### Exercise instructions
Report how many lines in the records below contain the word "first". Give only the number.

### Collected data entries
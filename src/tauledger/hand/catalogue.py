"""All that the hand side knows, as a list: looking-in rules, forms for loops, Miller's split, methods for a band edge.

The list is what `tauledger methods` prints; rules come from the rules themselves, so that neither can drift.
"""

from __future__ import annotations

from msgspec import Struct

from tauledger.hand.compensation import FORMULAS, GRAY
from tauledger.hand.rules import RULES
from tauledger.hand.rules.transformer import FORMULA as TRANSFORMER_FORMULA
from tauledger.hand.rules.transformer import SOURCE as TRANSFORMER_SOURCE
from tauledger.hand.rules.transformer import VALID as TRANSFORMER_VALID

HAJIMIRI = "Hajimiri, IEEE Trans. Circuits Syst. I 57(6), 2010 (time and transfer constants)"
MEASURED = "measured over 311 networks: own boards, published cases and random ones of one to three stages"
SEDRA = "Sedra and Smith, Microelectronic Circuits, 8th ed."


class Entry(Struct, frozen=True):
    """One rule or method: group, name, formula as written on paper, where it holds, and who published it.

    short: the form that paper has instead where it is good enough, empty without one.
    """

    group: str
    name: str
    formula: str
    valid: str
    source: str
    short: str = ""


LOOPS: tuple[Entry, ...] = (
    Entry(
        "loops and bridges",
        "one loop",
        "R = R0/(1 + T)",
        "one gm closes the loop; R0 with that gm at zero is reached by the rules; exact, T from the solved network",
        "Blackman, Bell Syst. Tech. J. 22(3), 1943 (from memory)",
    ),
    Entry(
        "loops and bridges",
        "bridging resistor by Miller",
        "R_F/(1 − K) at the node from which K is driven",
        "K between the two ends by hand, driven from the node itself; not at the far end",
        "Miller, Scientific Papers of the Bureau of Standards 15(351), 1920",
    ),
    Entry(
        "loops and bridges",
        "branch form",
        "1/R = Σ (1 − K_m)/R_m",
        "all branches at the node passive; K_m of their far ends from the solved network",
        "Kirchhoff's current law at the node",
    ),
    Entry(
        "loops and bridges",
        "half circuit",
        "axis at ground, bridging R/2 and 2·C",
        "both halves equal within 1e-6 and driven in opposite phase",
        f"{GRAY}, sec. 3.5.5 (from memory)",
    ),
    Entry(
        "loops and bridges",
        "both ends",
        "R = R_a·(1 − K_ab) + R_b·(1 − K_ba)",
        "a capacitance between two live nodes; across a common emitter's C_μ it is R_B·(1 + gm·R_C) + R_C",
        f"{GRAY}, sec. 7.3.2",
    ),
)

INDUCTORS: tuple[Entry, ...] = (
    Entry("looking in", "through a transformer", TRANSFORMER_FORMULA, TRANSFORMER_VALID, TRANSFORMER_SOURCE),
    Entry(
        "inductors",
        "transformer drawn out",
        "leakage L1·(1 − k²), magnetising inductance k²·L1, turns n = √(L2/L1)/k",
        "two windings of k ≥ 0.9; exact, not an approximation",
        TRANSFORMER_SOURCE,
    ),
    Entry(
        "inductors",
        "lower edge",
        "f = R/(2π·L)",
        "an inductor that is open at mid-band, as L_m or a choke; R across it, source and load in parallel",
        TRANSFORMER_SOURCE,
    ),
    Entry(
        "inductors",
        "upper edge",
        "τ = L/R, beside R·C in the sums",
        "an inductor that is short at mid-band, as leakage or a peaking coil; R faces it, source and load in series; "
        "no node has a pole of its own where a pair of poles becomes complex",
        HAJIMIRI,
    ),
)

RECOMMENDED: tuple[Entry, ...] = (
    Entry(
        "which method",
        "sum of time constants",
        "where σ < 0.5 and b1²/b2 > 10",
        "σ = b2/Σ τ_i·τ_j: well below 1 the poles split and the first is 1/b1; the sum is then 0 to 14 % low",
        MEASURED,
    ),
    Entry(
        "which method",
        "all nodes (capacitors) together",
        "where 0.5 ≤ σ ≤ 1.5 and the dominant poles are real",
        "the time constants hardly act on each other: each is a pole of its own",
        MEASURED,
    ),
    Entry(
        "which method",
        "two coefficients",
        "where σ > 1.5, poles are complex or close together, or are hidden under zeros",
        "f0 and Q from b1 and b2; more than two poles make it low",
        MEASURED,
    ),
    Entry(
        "which method",
        "another one",
        "where it is at least 4 % nearer than the one above: the simplest within 4 % of the best",
        "the conditions were measured over many networks, a circuit may be an odd one",
        MEASURED,
    ),
    Entry(
        "which method",
        "none",
        "where a zero moves the edge by more than 10 %, no method comes within 10 %, or one time constant alone is "
        "nearer by 5 %",
        "no sum of time constants sees zeros; one that is right alone is so by luck, its errors cancel",
        MEASURED,
    ),
)

LOWER_POLES: tuple[Entry, ...] = (
    Entry(
        "poles",
        "of one capacitor",
        "f = 1/(2π·R·C), R/(2π·L) of an inductor",
        "one capacitor owns the pole by 60 % or more; those of higher poles open, those of lower ones short",
        "Cochrun and Grabel, IEEE Trans. Circuit Theory CT-20(1), 1973, with 1/s for s",
    ),
    Entry(
        "poles",
        "k-th of the lower edge",
        "f = a_k/(2π·a_(k−1))",
        "a factor of 4 or more to the poles on either side",
        "Cochrun and Grabel, IEEE Trans. Circuit Theory CT-20(1), 1973, with 1/s for s",
    ),
)

GLOBAL: tuple[Entry, ...] = (
    Entry(
        "global feedback",
        "return ratio",
        "T0 = gm·R_C·K1·K2·…, R_C and every gain K round to the base with that gm at zero",
        "one loop; opened at its last inverting transistor, whose own r_e and r_o count in T",
        f"Bode, Network Analysis and Feedback Amplifier Design, 1945; {GRAY}, sec. 8.8 (from memory)",
    ),
    Entry(
        "global feedback",
        "ideal gain, shunt feedback",
        "A∞ = −R_F for a current, −R_F/R_S for a voltage behind R_S",
        "one resistor from the output to the base or gate of the first transistor; T0 large",
        f"{GRAY}, sec. 8.5 (from memory)",
    ),
    Entry(
        "global feedback",
        "ideal gain, series feedback",
        "A∞ = 1 + R_F/R_E",
        "R_F from the output to the emitter or source of the first transistor, R_E from there to ground; T0 large",
        f"{GRAY}, sec. 8.4 (from memory)",
    ),
    Entry(
        "global feedback",
        "asymptotic gain",
        "A = A∞·T/(1 + T) + A0/(1 + T)",
        "always, T, A∞ (T → ∞) and A0 (T = 0) of one source; paper leaves A0 out",
        "Rosenstark, IEEE Trans. Education E-17(4), 1974 (from memory)",
    ),
    Entry(
        "global feedback",
        "closed-loop band edge",
        "f_H = f_T·(1 + T0), f_T the edge of T; β·GBW where T0 is large",
        "T has one pole up to where |T| = 1, and nothing outside of the loop falls before; source and load are in T",
        "common practice",
    ),
    Entry(
        "global feedback",
        "noise gain",
        "f_H = GBW/(1/β), 1/β = output of the amplifier over what of it comes back to its inputs",
        "an operational amplifier with one pole; 1/β flat up to f_H",
        "common practice",
    ),
    Entry(
        "global feedback",
        "double injection",
        "1/(1 + T) = v1 + i1 = 1/(1 + T_v) + 1/(1 + T_i)",
        "any wire of the closed loop; equals the return ratio where nothing passes the wire backwards but by a "
        "reciprocal way, and at the wire of a controlled source",
        "Middlebrook, Int. J. Electronics 38(4), 1975 (from memory)",
    ),
)

CAPACITANCES: tuple[Entry, ...] = (
    Entry(
        "Miller's split",
        "at the driven end",
        "C·(1 − K), K the gain driven from this node to the other end",
        "the gain is still the mid-band one at the edge; the signed gain of the bridged nodes, not the overall one",
        "Miller, 1920; Gray et al., sec. 7.2",
    ),
    Entry(
        "Miller's split",
        "at the far end",
        "C·(1 + 1/|A|)",
        "gain −|A| with |A| ≥ 1; no pole of its own follows from it",
        "Gray et al., sec. 7.2",
    ),
)

METHODS: tuple[Entry, ...] = (
    Entry(
        "band edge",
        "lowest node alone",
        "f = 1/(2π·max R·C)",
        "one node dominates and the others together hold less than a few per cent of Σ R·C",
        "common practice",
    ),
    Entry(
        "band edge",
        "all nodes together",
        "Π √(1 + (2πf·R·C)²) = √2",
        "nodes that do not act on each other (0.5 ≤ σ ≤ 1.5), real poles",
        "common practice",
    ),
    Entry(
        "band edge",
        "sum of time constants",
        "f_H = 1/(2π·Σ R·C); f_L = Σ 1/(2π·R·C)",
        "a dominant real pole (σ < 0.5, b1²/b2 > 10), no zero near: then on the safe side",
        f"{GRAY}, sec. 7.3.2 and 7.4",
    ),
    Entry(
        "band edge",
        "weighted sum",
        "f_H = 1/(2π·Σ w·R·C), w = 1 − H(C shorted)/H",
        "as the sum, where capacitances that the output does not see (decoupling) are in it; Σ w·R·C is the delay",
        HAJIMIRI,
    ),
    Entry(
        "band edge",
        "root of sum of squares",
        "f = 1/(2π·√(Σ 1/p² − 2·Σ 1/z²))",
        "real poles; 0.5 % off for two poles ten to one apart, 10 % for two equal ones",
        f"{SEDRA}, sec. 10.3.2 (from memory)",
    ),
    Entry(
        "band edge",
        "two coefficients",
        "|1 + b1·jω + b2·(jω)²| = √2, b1 = Σ τ_i, b2 = Σ τ_i·τ_j with i shorted",
        "two poles count, real or complex, no zero near",
        "Cochrun and Grabel, IEEE Trans. Circuit Theory CT-20(1), 1973",
    ),
    Entry("band edge", "all poles", "Π |1 − jω/p| = √2", "no zero near the edge", f"{GRAY}, sec. 7.3"),
    Entry("band edge", "exact", "|H(jω)| = |H_mid|/√2 of the rebuilt network", "always", "algebra"),
    Entry("band edge", "simulated", "the same crossing in ngspice's sweep, refined to 1e-6", "always", "ngspice"),
)


def entries() -> tuple[Entry, ...]:
    """Give every rule and method, in the order in which a reader needs them."""
    rules = tuple(Entry("looking in", rule.name, rule.formula, rule.valid, rule.source, rule.short) for rule in RULES)
    compensation = tuple(Entry("unity gain", f.name, f.written, f.valid, f.source) for f in FORMULAS)
    return (*rules, *INDUCTORS, *LOOPS, *GLOBAL, *CAPACITANCES, *METHODS, *RECOMMENDED, *LOWER_POLES, *compensation)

### Solution to this task
3